Simple Bleeding Heart Cake
by Barbara Jo
We thought you all might enjoy the instructions for this simple bleeding heart cake because it's quick and easy to make and delivers a dramatic effect for very little effort. It also requires almost no baking skills or cake decorating experience.
To start with, you'll need to bake a cake in a heart-shaped pan. Any kind of cake will work, including any simple, boxed cake mix, though I like to make mine from scratch. Ideally, make two cakes, to stack one on top of the other. A deeper cake will give you much more space on the inside to fill with blood. You want it to really pour out, don't you?
Once both cakes are baked and cool, level off the tops with a bread knife or cake leveler so your cake will be nice and flat. Then, frost the top of one tier with icing (or any other filling, jam, etc. that you want to use) and stack the other tier on top of it. It works best if you put the two cut sides of the cakes together, leaving the two perfectly flat sides that were at the bottom of the cake pan to be the top and bottom of the finished cake.
Now, scoop a sizable hollow out of the bottom of the cake. The bottom, of course, is on top, if you follow me, as the cake is upside-down at this point. The larger the hole you hollow out, the more blood you will be able to fit inside the cake. Of course, you'll also have less cake, so it's sort of a judgment call. Just make sure to leave a decent layer of cake on top of the hollow. You don't want the whole cake collapsing in on itself.
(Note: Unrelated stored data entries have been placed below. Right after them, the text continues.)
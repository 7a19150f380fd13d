package main

import (
	"fmt"
	"math"
	"time"

	"fyne.io/fyne/v2"
	"fyne.io/fyne/v2/container"
	"fyne.io/fyne/v2/theme"
	"fyne.io/fyne/v2/widget"

	"kinetarium/app/diagram"
	"kinetarium/editor"
	"kinetarium/network"
	pd "kinetarium/plotting/diagram"
)

// Words of the diagram panel.
const (
	viewTimeCourse = "Time course"
	viewDiagram    = "Diagram"
	stylePlain     = "Plain"
	styleSBGN      = "SBGN"
)

// nodeKey names a node across rebuilds of the diagram.
type nodeKey struct {
	kind pd.Kind
	name string
}

// diagramPanel is the Diagram view beside the time course: the diagram
// of the model as edited, its style, search, arrangement and export, and
// the replay of the last run with a time slider.
type diagramPanel struct {
	w    *mainWindow
	view *diagramView

	style   *widget.Select
	find    *widget.Entry
	info    *widget.Label
	replayC *widget.Check
	slider  *widget.Slider
	tLabel  *widget.Label
	playBtn *widget.Button

	content fyne.CanvasObject

	d       *pd.Diagram
	version int // document version the diagram shows
	// auto holds where the layout put the nodes the model gives no place
	// to, so that they stay there after edits (and after Undo of a move).
	auto    map[nodeKey]pd.Point
	replay  *diagram.Replay
	t       float64
	playing chan struct{} // closed to stop playing
	shown   bool          // the Diagram tab is shown
}

func newDiagramPanel(w *mainWindow) *diagramPanel {
	p := &diagramPanel{w: w, view: newDiagramView(), version: -1}
	p.view.OnSelect = p.selectedInDiagram
	p.view.OnMoved = p.moved
	p.style = widget.NewSelect([]string{stylePlain, styleSBGN}, func(s string) {
		want := ""
		if s == styleSBGN {
			want = "sbgn"
		}
		if w.doc.Model().Layout.Style != want {
			w.doc.Apply("diagram style "+s, func(m *network.Model) { m.Layout.Style = want })
		}
	})
	p.find = widget.NewEntry()
	p.find.SetPlaceHolder("Find species or reaction…")
	p.find.OnChanged = func(s string) {
		if i := search(p.d, s); i >= 0 {
			p.view.Reveal(i)
		}
	}
	arrange := widget.NewButtonWithIcon("Arrange again", theme.ViewRefreshIcon(), p.arrangeAgain)
	full := widget.NewButtonWithIcon("Full view", theme.ZoomFitIcon(), p.view.FullView)
	export := widget.NewButtonWithIcon("Diagram…", theme.DocumentSaveIcon(), p.export)
	bar := container.NewBorder(nil, nil,
		container.NewHBox(widget.NewLabel("Style:"), p.style, arrange, full),
		container.NewHBox(widget.NewLabel("Export:"), export), p.find)

	p.replayC = widget.NewCheck("Replay the last run", func(bool) { p.applyFrame() })
	p.slider = widget.NewSlider(0, 1000)
	p.slider.OnChanged = func(f float64) { p.setFraction(f / 1000) }
	p.tLabel = widget.NewLabel("t = –")
	p.playBtn = widget.NewButtonWithIcon("Play", theme.MediaPlayIcon(), p.togglePlay)
	replayBar := container.NewBorder(nil, nil, container.NewHBox(p.replayC, p.playBtn), p.tLabel, p.slider)
	p.info = widget.NewLabel("")
	p.info.Truncation = fyne.TextTruncateEllipsis
	p.content = container.NewBorder(container.NewPadded(container.NewHScroll(bar)), container.NewVBox(replayBar, p.info), nil, nil, p.view)
	p.slider.SetValue(1000)
	return p
}

// refresh rebuilds the diagram when the document has changed: items
// already drawn stay where they are, new ones go near their neighbours,
// and a model without saved positions and no diagram yet is laid out
// afresh.
func (p *diagramPanel) refresh() {
	doc := p.w.doc
	if p.version == doc.Version() && p.d != nil {
		return
	}
	p.version = doc.Version()
	net := doc.Net()
	d := diagram.Build(net)
	if p.auto == nil {
		p.auto = map[nodeKey]pd.Point{}
	}
	saved := make([]bool, len(d.Nodes))
	for i := range d.Nodes {
		n := &d.Nodes[i]
		saved[i] = n.Pinned
		if pt, ok := p.auto[nodeKey{n.Kind, n.Name}]; ok && !n.Pinned {
			n.X, n.Y, n.Pinned = pt.X, pt.Y, true
		}
	}
	st := diagram.Arrange(d)
	for i, n := range d.Nodes {
		if !saved[i] {
			p.auto[nodeKey{n.Kind, n.Name}] = pd.Point{X: n.X, Y: n.Y}
		}
	}
	for i := range d.Nodes {
		d.Nodes[i].Pinned = true // drawn where they are from now on
	}
	if p.d == nil {
		p.view.fitTop = true
	}
	sel := -1
	if old := p.view.Selected(); old >= 0 && p.d != nil && old < len(p.d.Nodes) {
		sel = d.Find(p.d.Nodes[old].Kind, p.d.Nodes[old].Name)
	}
	p.d = d
	p.view.opts.Style = pd.StyleNamed(doc.Model().Layout.Style)
	if sel < 0 {
		// Follow the row selected in the tables.
		if tab, row := p.w.ed.SelectedRow(); row >= 0 {
			switch tab {
			case editor.TabSpecies:
				sel = diagram.NodeOf(doc.Model(), d, "species", row)
			case editor.TabReactions:
				sel = diagram.NodeOf(doc.Model(), d, "reactions", row)
			}
		}
	}
	if sel >= 0 {
		p.view.opts.Selected = []int{sel}
	} else {
		p.view.opts.Selected = nil
	}
	p.style.SetSelected(map[bool]string{true: styleSBGN, false: stylePlain}[p.view.opts.Style == pd.SBGN])
	p.info.SetText(diagram.Summary(st, d) + ". Drag to move a node or the view, scroll to zoom, point at a node for its formula.")
	p.replay = nil
	p.applyFrame()
	p.view.Set(d, net)
}

// runDone prepares the replay of a new run.
func (p *diagramPanel) runDone() {
	p.replay = nil
	p.replayC.SetChecked(true)
	p.applyFrame()
	p.view.redraw()
}

// ensureReplay builds the replay of the current run, or says why not.
func (p *diagramPanel) ensureReplay() bool {
	if p.replay != nil {
		return true
	}
	if p.w.current == nil {
		p.tLabel.SetText("no run yet")
		return false
	}
	r, err := diagram.NewReplay(p.w.doc.Model(), p.w.current)
	if err != nil {
		p.tLabel.SetText(plainError(err))
		return false
	}
	p.replay = r
	return true
}

// setFraction moves the replay to fraction f of the run (on a log time
// scale for a run with a log-spaced grid).
func (p *diagramPanel) setFraction(f float64) {
	if !p.ensureReplay() {
		return
	}
	t0, t1 := p.replay.Span()
	if p.w.current.LogGrid && t1 > 0 {
		lo := t1 * 1e-6
		if len(p.w.current.T) > 1 && p.w.current.T[1] > 0 {
			lo = p.w.current.T[1]
		}
		if f == 0 {
			p.t = t0
		} else {
			p.t = lo * math.Pow(t1/lo, f)
		}
	} else {
		p.t = t0 + f*(t1-t0)
	}
	p.applyFrame()
	p.view.redraw()
}

// applyFrame colours the diagram for the replay time, or clears it.
func (p *diagramPanel) applyFrame() {
	if p.d == nil {
		return
	}
	if !p.replayC.Checked || !p.ensureReplay() {
		for i := range p.d.Nodes {
			p.d.Nodes[i].Fill = nil
		}
		for k := range p.d.Edges {
			p.d.Edges[k].Width, p.d.Edges[k].Backward = 0, false
		}
		p.view.opts.Caption = ""
		if !p.replayC.Checked {
			p.tLabel.SetText("t = –")
		}
		return
	}
	if p.t == 0 && p.slider.Value == 1000 {
		_, p.t = p.replay.Span()
	}
	p.replay.Frame(p.d, p.t)
	u := ""
	if p.w.current.TimeUnit != "" {
		u = " " + p.w.current.TimeUnit
	}
	p.tLabel.SetText(fmt.Sprintf("t = %.4g%s   colour %s", p.t, u, p.replay.ColourRange()))
}

// togglePlay plays the replay from the slider's place to the end, or
// stops it.
func (p *diagramPanel) togglePlay() {
	if p.playing != nil {
		close(p.playing)
		p.playing = nil
		p.playBtn.SetIcon(theme.MediaPlayIcon())
		p.playBtn.SetText("Play")
		return
	}
	if !p.ensureReplay() {
		return
	}
	p.replayC.SetChecked(true)
	if p.slider.Value >= 1000 {
		p.slider.SetValue(0)
	}
	stop := make(chan struct{})
	p.playing = stop
	p.playBtn.SetIcon(theme.MediaPauseIcon())
	p.playBtn.SetText("Pause")
	go func() {
		tick := time.NewTicker(40 * time.Millisecond) // 25 frames a second, 10 s for the run
		defer tick.Stop()
		for {
			select {
			case <-stop:
				return
			case <-tick.C:
				done := false
				fyne.Do(func() {
					if p.playing != stop {
						done = true
						return
					}
					v := p.slider.Value + 4
					if v >= 1000 {
						v, done = 1000, true
					}
					p.slider.SetValue(v)
					if done {
						p.togglePlay()
					}
				})
				if done {
					return
				}
			}
		}
	}()
}

// selectedInDiagram selects the row of the node tapped.
func (p *diagramPanel) selectedInDiagram(i int) {
	if i < 0 || p.d == nil {
		return
	}
	row := diagram.RowOf(p.w.doc.Model(), p.d, i)
	if row < 0 {
		return
	}
	section := "reactions"
	if p.d.Nodes[i].Kind == pd.Species {
		section = "species"
	}
	p.w.ed.SelectRow(section, row)
}

// selectedInTable follows a row selected in the tables.
func (p *diagramPanel) selectedInTable(section string, row int) {
	if p.d == nil {
		return
	}
	if i := diagram.NodeOf(p.w.doc.Model(), p.d, section, row); i >= 0 && i != p.view.Selected() {
		p.view.Select(i)
	}
}

// moved stores a dragged node's place in the model's layout, as an edit
// that Undo takes back.
func (p *diagramPanel) moved(i int) {
	n := p.d.Nodes[i]
	what := "species"
	if n.Kind != pd.Species {
		what = "reaction"
	}
	p.w.doc.Apply("move "+what+" "+n.Name+" in the diagram", diagram.Move(p.d, i, n.X, n.Y))
}

// arrangeAgain forgets every saved position and lays the diagram out
// afresh, as an edit that Undo takes back.
func (p *diagramPanel) arrangeAgain() {
	p.d, p.auto = nil, nil
	p.view.opts.View = pd.View{}
	if len(p.w.doc.Model().Layout.Places) == 0 {
		p.version = -1
		p.refresh()
		return
	}
	p.w.doc.Apply("arrange the diagram again", func(m *network.Model) { m.Layout.Places = nil })
}

// export saves the diagram, as shown (style, replay frame), to a file.
func (p *diagramPanel) export() {
	if p.d == nil || len(p.d.Nodes) == 0 {
		p.w.setStatus("Nothing to export: the model has no species or reactions yet.", false)
		return
	}
	p.w.saveFileDialog("diagram.svg", ".svg", func(path string) {
		prov, err := p.w.provenance()
		if err == nil {
			prov.What = "diagram"
			o := pd.Options{Style: p.view.opts.Style, Title: p.w.doc.Model().Title}
			if p.replayC.Checked && p.replay != nil {
				o.Caption = p.replay.Caption(p.t)
				prov.What = "diagram of the run at " + p.tLabel.Text
			}
			err = diagram.Save(path, p.d, o, prov.Metadata(""))
		}
		if err != nil {
			p.w.showError(err)
			return
		}
		p.w.notice("Diagram saved to " + path + ".")
	})
}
Once you have a hollow you're happy with, frost the inside with buttercream icing. Do a thorough job, so the cake is totally sealed. You don't want the blood to soak into the cake. While you're frosting things, also frost the bottom of the cake where it'll come in contact with the plate. Be generous. This icing is what keeps the blood from seeping out around the edges of the cake.
Now you're ready to add the blood. I like to use fresh raspberry sauce because it's bright red and totally delicious, but of course any red sauce or syrup will work as well. If you'd like to make the fresh raspberry sauce, it's quite easy. Just puree some raspberries and add a smidge of lemon juice and sugar to taste. Then strain the liquid to get the seeds out.
Fill the hollow carefully with blood. Make it fairly full, but definitely not overflowing. Now, set the plate or tray you're going to be using upside down on top of the cake. Squish it down into the icing so that the edge is sealed. Be sure to use a waterproof tray or plate, not a cardboard cake circle, because the sauce will soak into cardboard. I like to use a white plate because the blood shows up well on it.
Carefully holding the cake onto the plate, flip the entire assembly over, so the cake and plate are now right side up. Congratulations! You now have a cake full of blood and you're ready to start decorating.
You can, of course, decorate the cake any way you'd like, using any kind of icing. I've gone in two opposite directions with my decor. The first time I made this cake, I iced it with bright pink buttercream, and then added white trim so it looked like a lovely, innocent valentine heart until blood started pouring out of it. The next time, I made the cake look evil from the outset with sickly maroon and grey icing and candles shaped like tombstones. I leave it to you to decide which option is more effective.
When it's time to cut the cake, I like to do the honors with a meat cleaver. Failing that, I recommend you use the biggest knife available. If you separate the cake a little with the knife while making the first cut, you'll get an even more impressive flow of blood.
An alternate version of this cake I once did involved the heart actually beating. Instead of just pouring the blood into a hollow in the cake, I poured it into a Ziploc bag. The bag was then attached to a turkey baster via a length of rubber tubing. I placed the bag inside the hollow in the cake, leaving the baster outside, concealed under a piece of fabric that I draped decoratively around the perimeter of the cake. The hollow in this cake was deeper than the hollow in the other version of the cake, so that the bag was very near the surface of the cake. When I squeezed the bulb of the turkey baster in rhythm, the bag expanded and contracted, pushing up the top of the cake, so the heart appeared to be beating.
Of course, this version of the cake isn't optimal for serving, since in order to get the blood out, you have to pull the bag out of the cake, puncture the bag, and pour the blood either into a bowl or on top of the cut pieces of cake. This is inconvenient, but does have the advantage of being entertainingly messy. I wound up with the hands dripping with raspberry blood sauce! Jason Voorhees himself never looked better!
Another variation I've done, which requires a little more sculptural skill, is to make an oversized anatomical heart. For this cake, I started with a large round cake, and then carved it into the shape of a heart. I used fondant icing to cover the cake and to sculpt additional veins and arteries, then painted the whole thing with food coloring, mostly red (obviously) and blue. The bleeding mechanism is the same as for the basic heart cake. When I made this cake I also poured a layer of clear hard sugar over the top, so cutting the cake would be like breaking someone's heart. I don't recommend this, though. It just made the cake very difficult to cut. Maybe this would work if you were planning to smash the cake with a hammer. If you spray or brush the cake with a little thinned corn syrup, you'll get the same oozy, wet look without the inconvenient hard candy shell.